How to keep your plants happy while traveling
We all love our plants and the vibrant energy they give our homes. These beautiful fellas provide oxygen, energy, food, and it’s easier than you think to return the favor while you’re away from home.
If you’re lucky to have a kind friend that will come by your apartment to water your beauties you’re set, otherwise keep reading; there are a couple of things you can do to keep your plants healthy.
1. Location, location, location
Make sure your plants are in the right spot. To prevent plants from drying out, I usually move them away from direct sunlight. It’s important to consider the length of your trip; you don’t want to be too radical that plants start to struggle for sunlight. As a rule of thumb, reduce exposure to sunlight to just a couple of hours per day.

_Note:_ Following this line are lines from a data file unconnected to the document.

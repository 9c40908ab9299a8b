import { describe, expect, it } from 'vitest';
import { run } from '../../scripts/calc/drawer';
import { calcCli } from './calc-helpers';

// Side-mount: 1/2 in per side (common practice, no source). Under-mount preset values recalled [M].

type DrawerOut = {
  slide_length_mm: number;
  box: { width_mm: number; height_mm: number; length_mm: number };
  bottom: { width_mm: number; length_mm: number; groove_depth_mm: number };
  parts: { name: string; length_mm: number; width_mm: number; thickness_mm: number; qty: number }[];
};

// A child process per case: tsx starts slowly on a busy machine, hence the long timeouts.
describe('calc drawer', { timeout: 60_000 }, () => {
  it('side-mount in inches: 20 × 6 × 22 in, 1/2 in sides → box 19 × 5 × 22 in (482.6 × 127 × 558.8 mm)', async () => {
    const out = (await run(['--width', '20 in', '--height', '6 in', '--depth', '22 in', '--slide', 'side-mount', '--thickness', '1/2 in'])) as DrawerOut;
    expect(Object.keys(out)).toEqual(expect.arrayContaining(['slide_length_mm', 'box', 'bottom', 'parts']));
    expect(out.slide_length_mm).toBe(558.8);
    expect(out.box).toEqual({ width_mm: 482.6, height_mm: 127, length_mm: 558.8 });
    // Groove 1/4 in; bottom 18 + 1/2 in − 1 mm play = 468.9 mm by 21 1/2 in − 1 mm = 545.1 mm.
    expect(out.bottom).toEqual({ width_mm: 468.9, length_mm: 545.1, groove_depth_mm: 6.35 });
    expect(out.parts.map((p) => [p.name, p.qty])).toEqual([['Side', 2], ['Front', 1], ['Back', 1], ['Bottom', 1]]);
    for (const p of out.parts) for (const k of ['name', 'length_mm', 'width_mm', 'thickness_mm', 'qty']) expect(p).toHaveProperty(k);
  });

  it('under-mount in mm with the sheet’s values: 450 × 140 × 520, 15 mm sides, 5 mm a side, 14 mm recess → 440 wide on a 500 slide', async () => {
    const out = (await run(['--width', '450', '--height', '140', '--depth', '520', '--slide', 'under-mount', '--thickness', '15', '--side-deduction', '5', '--bottom-recess', '14'])) as DrawerOut;
    // Preset 1/4 in behind the slide: 520 − 6.35 = 513.65 room → 500; height 140 − 6.35 − 12.7 = 120.95.
    expect(out.slide_length_mm).toBe(500);
    expect(out.box).toEqual({ width_mm: 440, height_mm: 120.95, length_mm: 500 });
    expect(out.bottom.groove_depth_mm).toBe(7.5);
  });

  it('exits 1 naming --thickness when the sides are too thick for an under-mount slide', () => {
    const r = calcCli(['drawer', '--width', '450', '--height', '140', '--depth', '520', '--slide', 'under-mount', '--thickness', '19']);
    expect(r.code).toBe(1);
    expect(r.stderr).toContain('--thickness');
  });

  it('exits 1 naming --depth when no slide fits, and --slide for an unknown slide', () => {
    const shallow = calcCli(['drawer', '--width', '450', '--height', '140', '--depth', '200', '--slide', 'side-mount']);
    expect(shallow.code).toBe(1);
    expect(shallow.stderr).toContain('--depth');
    const odd = calcCli(['drawer', '--width', '450', '--height', '140', '--depth', '500', '--slide', 'wooden']);
    expect(odd.code).toBe(1);
    expect(odd.stderr).toContain('--slide');
  });
});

If you have huge pots and it’s not possible to move them, try to keep these guys as humid as possible. Provide a temporary shade or a homemade self-watering solution like I’ll describe below.
2. Feed your plants
Try giving your plants carbonated water, or the (cooled) water you have boiled your eggs in. Both are filled with nutrients and minerals that are good for your plants.

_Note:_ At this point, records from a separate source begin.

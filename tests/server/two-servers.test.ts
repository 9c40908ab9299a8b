import request from 'supertest';
import { afterAll, beforeAll, describe, expect, it } from 'vitest';
import { ApiClient } from '../support/api-client';
import { makeUser, makeWorkshop } from '../support/factories';
import { createTestContext, truncateAll, type TestContext } from '../support/test-app';

// Two app servers on one database, sharing nothing else (each has its own ORM, session pool and workers): what
// one of them knows, the other knows too, because it lives in PostgreSQL.

let a: TestContext;
let b: TestContext;
beforeAll(async () => {
  a = await createTestContext();
  b = await createTestContext();
  await truncateAll(a.orm);
});
afterAll(async () => {
  await a.close();
  await b.close();
});

describe('two servers, one database', () => {
  it('a session made on one is valid on the other, for reads and writes, until signed out on either', { timeout: 90_000 }, async () => {
    const user = await makeUser(a.orm);
    const workshopId = (await makeWorkshop(a.orm, [{ user, role: 'owner' }])).id;
    const onA = new ApiClient(a.app);
    const signIn = await onA.signIn(user.email, user.password);
    expect(signIn.status).toBe(200);
    const cookie = String(signIn.headers['set-cookie']).split(';')[0];
    const csrf = onA.csrf as string;

    const me = await request(b.app).get('/api/auth/me').set('Cookie', cookie);
    expect(me.status).toBe(200);
    expect(me.body.user.email).toBe(user.email);
    await request(b.app).post(`/api/workshops/${workshopId}/projects`).set('Cookie', cookie).set('X-CSRF-Token', csrf).send({ name: 'Made on B' }).expect(201);
    const list = await onA.get(`/api/workshops/${workshopId}/projects`).expect(200);
    expect(list.body.map((p: { name: string }) => p.name)).toEqual(['Made on B']);

    await request(b.app).post('/api/auth/signout').set('Cookie', cookie).set('X-CSRF-Token', csrf).expect(204);
    expect((await onA.get('/api/auth/me')).status).toBe(401);
  });

  it('sign-in limits counted on one server hold on the other', { timeout: 90_000 }, async () => {
    const c = await createTestContext({ SIGNIN_RATE_MAX: '1' });
    const d = await createTestContext({ SIGNIN_RATE_MAX: '1' });
    try {
      const user = await makeUser(c.orm);
      const onC = new ApiClient(c.app);
      await onC.fetchCsrf();
      expect((await onC.post('/api/auth/signin', { email: user.email, password: 'not it at all' })).status).toBe(401);
      const onD = new ApiClient(d.app);
      expect((await onD.signIn(user.email, user.password)).status).toBe(429);
    } finally {
      await c.close();
      await d.close();
    }
  });
});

A couple of days before you leave, schedule an occasional “tea time” for ferns, gardenias, and other acid-loving houseplants. Cold leftover brewed black tea is a great addition to your watering can, or you can place wet tea-leaves into the soil to give plants a lush look.
I recommend doing this on a regular basis, perhaps once a week. Feed your plants 5 to 8 days before you go, especially if you have never done it before so you can observe how they react.
3. Self-watering methods
The wine bottle:
Fill an empty wine bottle with water and place it upside down into the soil. Your plant will get a steady supply of water that won’t be evaporated by the sun.
The cotton string:
Connect your pots with a cotton string to a water source. Make sure the string is thick enough to transfer water into the soil. Also, make sure the end that is in the soil is burrowed deep enough so the water can reach the bottom of your planter.
Thread a small needle to a self-sealing plastic bag to use it as a wick. Make a knot and leave it inside the plastic bag with the other end hanging out.
Fill the water bag with water and place it inside the plant’s pot with the wick touching the soil. The water will drain continuously into the soil, while the bag deflates slowly in the process.
If you need to deliver more water to a plant, you can either add more wicks to one bag or add more bags to that plant’s pot.
Finally, water your plants before applying these methods, that will ensure the soil is moist and these tips will help maintain that level of moisture.